Dynamic Gait Monitoring Mobile Platform
Robin Amsters (Katholieke Universiteit Leuven)
Ali Bin Junaid (Katholieke Universiteit Leuven)
Nick Damen (Katholieke Universiteit Leuven)
Jeroen Van de Laer (Katholieke Universiteit Leuven)
Benjamin Filtjens (Katholieke Universiteit Leuven)
Bart Vanrumste (Katholieke Universiteit Leuven)

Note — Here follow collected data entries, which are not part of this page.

/** Checks not done, each missing figure with its field to fill in place. */
import Box from '@mui/material/Box';
import Button from '@mui/material/Button';
import { type ReactElement, type RefObject, useEffect, useLayoutEffect, useMemo, useRef, useState } from 'react';
import type { CheckedJob, MissingField, NotChecked } from '../../../core/api.ts';
import { partName, plainFields } from '../../../core/api.ts';
import { PartField } from '../../controls/PartField.tsx';
import { useOpenJob } from '../../state/openJob.ts';
import { JobField } from '../site/JobField.tsx';
import { drawnPart, ruleTitle } from './findingList.ts';
import { type MissingFigure, missingFigures, waitsForPractice } from './notDone.ts';

/** Figures asked for at first; a large job can lack hundreds. */
const FIRST_SHOWN = 12;

export function NotDone({ rows }: { readonly rows: readonly NotChecked[] }): ReactElement {
  const job = useOpenJob(({ job }) => job);
  const missing = useMemo(() => missingFigures(rows, job), [rows, job]);
  const figures = useMemo(() => missing.filter((figure) => !waitsForPractice(figure)), [missing]);
  const forPractice = missing.filter(waitsForPractice).reduce((sum, { checks }) => sum + checks.length, 0);
  const [all, setAll] = useState(false);
  const list = useFocusInPlace();
  const shown = all ? figures : figures.slice(0, FIRST_SHOWN);
  if (rows.length === 0) {
    return <Box sx={{ color: 'var(--soft)' }}>None: every check had the figures that it needs.</Box>;
  }
  return (
    <Box>
      <Box sx={{ color: 'var(--soft)', mb: '0.5rem' }}>
        They count neither as passed nor as failed. Fill in what is known; the list follows.
        {forPractice > 0 && ` ${String(forPractice)} of them wait for the choice of a rule book, above.`}
      </Box>
      <Box component="ul" ref={list} sx={{ m: 0, p: 0, listStyle: 'none' }}>
        {shown.map((figure) => (
          <Figure key={figure.key} figure={figure} job={job} />
        ))}
      </Box>
      {shown.length < figures.length && (
        <Button onClick={() => setAll(true)}>Show {figures.length - shown.length} more missing figures</Button>
      )}
    </Box>
  );
}

/** A figure that was filled in leaves the list, and its field with it: whoever was in it goes on in the one that took its place. */
function useFocusInPlace(): RefObject<HTMLUListElement | null> {
  const list = useRef<HTMLUListElement>(null);
  const at = useRef(-1);
  useEffect(() => {
    const note = (): void => {
      const row = document.activeElement?.closest('li') ?? null;
      at.current = row?.parentElement === list.current && row !== null ? siblingsBefore(row) : -1;
    };
    const forget = (): void => {
      at.current = -1;
    };
    document.addEventListener('focusin', note);
    // A click beside the fields leaves them for good.
    document.addEventListener('pointerdown', forget);
    return () => {
      document.removeEventListener('focusin', note);
      document.removeEventListener('pointerdown', forget);
    };
  }, []);
  // After every drawing, since only then is it known whether the field is still there.
  useLayoutEffect(() => {
    const rows = list.current?.children ?? [];
    if (at.current < 0 || rows.length === 0 || document.activeElement !== document.body) return;
    const row = rows[Math.min(at.current, rows.length - 1)];
    row?.querySelector<HTMLElement>('input, select, textarea')?.focus();
  });
  return list;
}

function Figure({ figure, job }: { readonly figure: MissingFigure; readonly job: CheckedJob }): ReactElement {
  const { checks, fields, missing } = figure;
  return (
    <Box
      component="li"
      sx={{
        display: 'grid',
        gridTemplateColumns: 'repeat(auto-fit, minmax(min(100%, 20rem), 1fr))',
        gap: '0.25rem 1rem',
        alignItems: 'center',
        borderTop: '1px solid var(--hair)',
        padding: '0.5rem 0.75rem',
      }}
    >
      <Box>
        <Box sx={{ fontWeight: 600 }}>{capital(plainFields(missing))}</Box>
        <Box sx={{ color: 'var(--soft)' }}>
          {checks.length === 1 ? '1 check waits for it' : `${String(checks.length)} checks wait for it`}:{' '}
          {waiting(checks)}
          {whose(figure, job)}
        </Box>
      </Box>
      <Box sx={{ display: 'grid', gap: '0.5rem' }}>
        {fields.map((field) => (
          <FieldInPlace key={`${field.part ?? ''} ${field.field}`} field={field} />
        ))}
      </Box>
    </Box>
  );
}

function FieldInPlace({ field: { part, field } }: { readonly field: MissingField }): ReactElement {
  const job = useOpenJob(({ job }) => job);
  if (part === null) return <JobField path={field} />;
  return (
    <Box sx={{ containerType: 'inline-size' }}>
      <PartField partId={drawnPart(job, part)} field={field} />
    </Box>
  );
}

function waiting(checks: readonly NotChecked[]): string {
  return [...new Set(checks.map(({ rule }) => ruleTitle(rule).toLowerCase()))].join('; ');
}

/** Which part, by its label, where the words of the check give only its id. */
function whose({ fields, checks }: MissingFigure, job: CheckedJob): string {
  const part = fields[0]?.part ?? checks[0]?.parts[0];
  if (part === undefined || part === null) return '';
  const name = partName(job, part);
  return name === part ? '' : ` · ${name}`;
}

function capital(text: string): string {
  return text.charAt(0).toUpperCase() + text.slice(1);
}

function siblingsBefore(element: Element): number {
  return [...(element.parentElement?.children ?? [])].indexOf(element);
}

Peter Slaets (Katholieke Universiteit Leuven)
More Info
expand_more
Abstract
Human gait is an important indicator of health. Existing gait analysis systems are either expensive, intrusive, or require structured environments such as a clinic or a laboratory. In this research, a low-cost, non-obtrusive, dynamic gait monitoring platform is presented. By utilizing a mobile robot equipped with a Kinect sensor, comprehensive gait information can be extracted. The mobile platform tracks the skeletal joint movements while following the person. The acquired skeletal joint data is filtered to improve detection. Gait parameters such as step length, cadence and gait cycle time are extracted by processing the filtered data. The proposed approach was validated by using a VICON motion capture system. Results show that the proposed system is able to accurately detect gait parameters but requires a calibration procedure. Even though the camera is moving while tracking, the performance is on par with existing works. Step times can be detected with an average accuracy of around 10 milliseconds. Step length can be detected with an average accuracy of a few centimeters.